What is viral infection?


Use of anti-rejection medications lowers body’s natural ability to fight off viruses. In the first year after transplantation the level of suppression of your immune system is the highest and you are at the highest risk of obtaining a new or re-activating a virus you have been exposed to. There are many types of viruses; however, the most common in transplant patients are:
• Cytomegalovirus (CMV)
• BK Virus (BKV) and JC Virus (JCV)
• Hepatitis B and C

Cytomegalovirus (CMV)


The risk of CMV infection is highest in the first months after getting your new transplant.
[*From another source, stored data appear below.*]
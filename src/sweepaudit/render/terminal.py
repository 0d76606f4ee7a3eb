"""Terminal output with rich: the decision first, then why, then the figures behind it.

Formats the audit JSON document only (through :class:`~sweepaudit.render.figures.Figures`), so every
figure shown traces back to a contract key and reads as in the report. The first screen: the
verdict, its one sentence, how many required checks passed, a preliminary mark for a quick run, the
key figures with their intervals, what would change the verdict, the warnings and the caution.
Then the reasons, the checks, the data and each method's figures. Readable at 80 columns: a wrapped
reason or warning continues under its own text, not at the margin; failures are red, passes green.

Nothing in the user's data can forge or style this output:

* every string of the document passes through :func:`~sweepaudit.render.safe.visible` first
  (control characters, escape sequences, line breaks and direction overrides become visible
  escapes), and reaches rich only inside ``Text`` objects, which rich never parses as markup
  (the console is also made with markup, emoji codes and highlighting off); styles are applied
  only to the tool's own words (``GO``, ``FAIL``), never to a user string;
* the first line is the verdict, ``Verdict: GO`` or ``Verdict: NO-GO``, from the verdict alone;
  every line that shows a user string is indented (paragraphs are padded, and user strings sit
  only in a table's later columns, never in a title), so no other line can start with
  ``Verdict``.
"""

from __future__ import annotations

import io

import numpy as np
from rich.console import Console, Group, RenderableType
from rich.padding import Padding
from rich.table import Table
from rich.text import Text

from .figures import Figures, alternative_row, alternative_rows, check_rows, counted, key_figures, words

__all__ = ["render_terminal", "terminal_console", "offscreen_console", "terminal_text", "text_row", "indented",
           "bullets"]

_INDENT = 2
_PASS, _FAIL, _WARN = "green", "bold red", "bold yellow"


def terminal_console(**options) -> Console:
    """A rich Console that never reads markup, emoji codes or highlights in what it prints."""
    return Console(markup=False, emoji=False, highlight=False, **options)


def indented(*parts: RenderableType) -> Padding:
    """Parts shown indented: wrapped lines included, none starts at the first column."""
    return Padding(Group(*parts), (0, 0, 0, _INDENT), expand=False)


def text_row(table: Table, *cells: str | Text) -> None:
    """A table row of plain text (a ``str`` cell would be parsed as markup)."""
    table.add_row(*(c if isinstance(c, Text) else Text(c) for c in cells))


def bullets(items: list[tuple[Text | str, str]]) -> Padding:
    """Indented items, each a marker and a text; a wrapped text continues under itself (a hanging indent)."""
    grid = Table.grid(padding=(0, 1))
    grid.add_column(no_wrap=True)
    grid.add_column(overflow="fold")
    for marker, words in items:
        text_row(grid, marker if isinstance(marker, Text) else Text(marker), Text(words))
    return indented(grid)


def _state(passed: bool, words: str | None = None) -> Text:
    """``pass`` in green or ``FAIL`` in red (the tool's own words only)."""
    return Text(words or ("pass" if passed else "FAIL"), style=_PASS if passed else _FAIL)


def _head(f: Figures) -> list[RenderableType]:
    """The verdict line and what it rests on: the first lines of the output."""
    go = f.get("verdict") == "go"
    summary = f.get("summary") or {}
    # The first line is the verdict alone (CI logs and scripts read it); a quick run's mark follows it.
    head = Text.assemble(("Verdict: ", "bold"), ("GO" if go else "NO-GO", "bold green" if go else "bold red"))
    lines: list[RenderableType] = []
    if f.get("preliminary"):
        lines.append(Text("PRELIMINARY: " + f.text("summary.preliminary_reason") + ".", style=_WARN))
    lines.append(Text(summary.get("sentence") or ""))
    lines.append(Text(counted(f) + "."))
    lines += [Text.assemble(("selected configuration: ", "bold"), f.text("selected.configuration")),
              Text("chosen as: " + f.text("selected.rule"), style="dim")]
    # Returns that do not look like returns stand on the first screen, passed or not.
    for c in f.get("checks") or []:
        if c["id"] == "plausible_returns" and (not c["passed"] or c["reason"].startswith("Implausible")):
            lines.append(Text(f"! {c['reason']}", style=_WARN))
    return [head, indented(*lines), Text("")]


def _key_table(f: Figures) -> Table:
    method = {"studentized": "studentized", "percentile": "percentile", "basic": "basic"}.get(
        f.get("settings.interval_method"), "")
    table = Table(title=Text(f"Key figures: estimate [{f.level('settings.confidence')} {method} interval]"),
                  title_justify="left", box=None, padding=(0, 1), pad_edge=True)
    table.add_column("")
    table.add_column("per window")
    annual = f.annual
    if annual:
        table.add_column("annualized")
    for row in key_figures(f):
        cells = [row.label, row.per_window]
        if annual:
            cells.append(row.annualized if row.annualized is not None else row.note)
        elif row.note:
            cells[1] += f"  ({row.note})"
        text_row(table, *cells)
    return table


def _what_if(f: Figures) -> list[RenderableType]:
    """What would change the verdict: the finding, each choice that flips it, the others in a line."""
    if not f.has("sensitivity"):
        return []
    rows = alternative_rows(f)
    flips = [r for r in rows if r.flips]
    items: list[tuple[Text | str, str]] = [
        (Text(r.verdict, style=_FAIL if r.verdict == "NO-GO" else _PASS), f"{r.question}: {r.setting} ({r.moved})")
        for r in flips]
    if f.has("sensitivity.control") and f.get("sensitivity.control.flips"):
        control = alternative_row(f, "sensitivity.control")
        items.append((Text(control.verdict, style=_WARN), f"{control.question}: {control.setting} ({control.moved})"))
    same = [r.short for r in rows if not r.flips]
    if same:
        items.append((Text("same", style="dim"), ("unchanged under " if flips else "")
                      + ", ".join(same) + f" (same seed; new draws: {f.whole('sensitivity.resamples')} resamples)"))
    finding = Text(f.text("sensitivity.summary"), style=_WARN if flips else "")
    return [Text("What would change the verdict", style="bold"), indented(finding),
            bullets(items), Text("")]


def _warnings(f: Figures) -> list[RenderableType]:
    warnings = f.get("warnings") or []
    if not warnings:
        return []
    return [Text("Warnings", style=_WARN), bullets([("!", f.text(f"warnings[{i}]")) for i in range(len(warnings))]),
            Text("")]


def _reasons(f: Figures) -> list[RenderableType]:
    items: list[tuple[Text | str, str]] = []
    for r in check_rows(f):
        if r.required and (not r.passed or f.get("verdict") == "go"):
            items.append((_state(r.passed, r.id), r.reason))
    title = "Why" + (" not" if f.get("verdict") != "go" else "")
    return [Text(title, style="bold"), bullets(items), Text("")]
Signs of CMV infection can vary depending on which organ system is affected. Some of the symptoms may include: fatigue, aching joints, high temperature, headaches, diarrhea, heartburn, pneumonia.

BK Virus


Infection with this virus commonly occurs in early childhood, after the infection resolves some virus lingers in the body. BK virus may become active particularly during the first 6 months after transplantation. Your transplant team will be monitoring for BK virus infection. Common site for infection for this virus is the kidney; if the infection goes untreated for a long period of time it can cause damage to your transplanted kidney.

Hepatitis B and C


Every transplant recipient is screened for active hepatitis infection or signs of previous exposure. If you have had Hepatitis B or C in the past the transplant team will conduct very in depth screening for presence of hepatitis.

Remember, many medications do NOT mix well with your transplant medications. Be sure to tell your doctor and pharmacist to check the safety of any new medication before you take it, even anti-viral medications.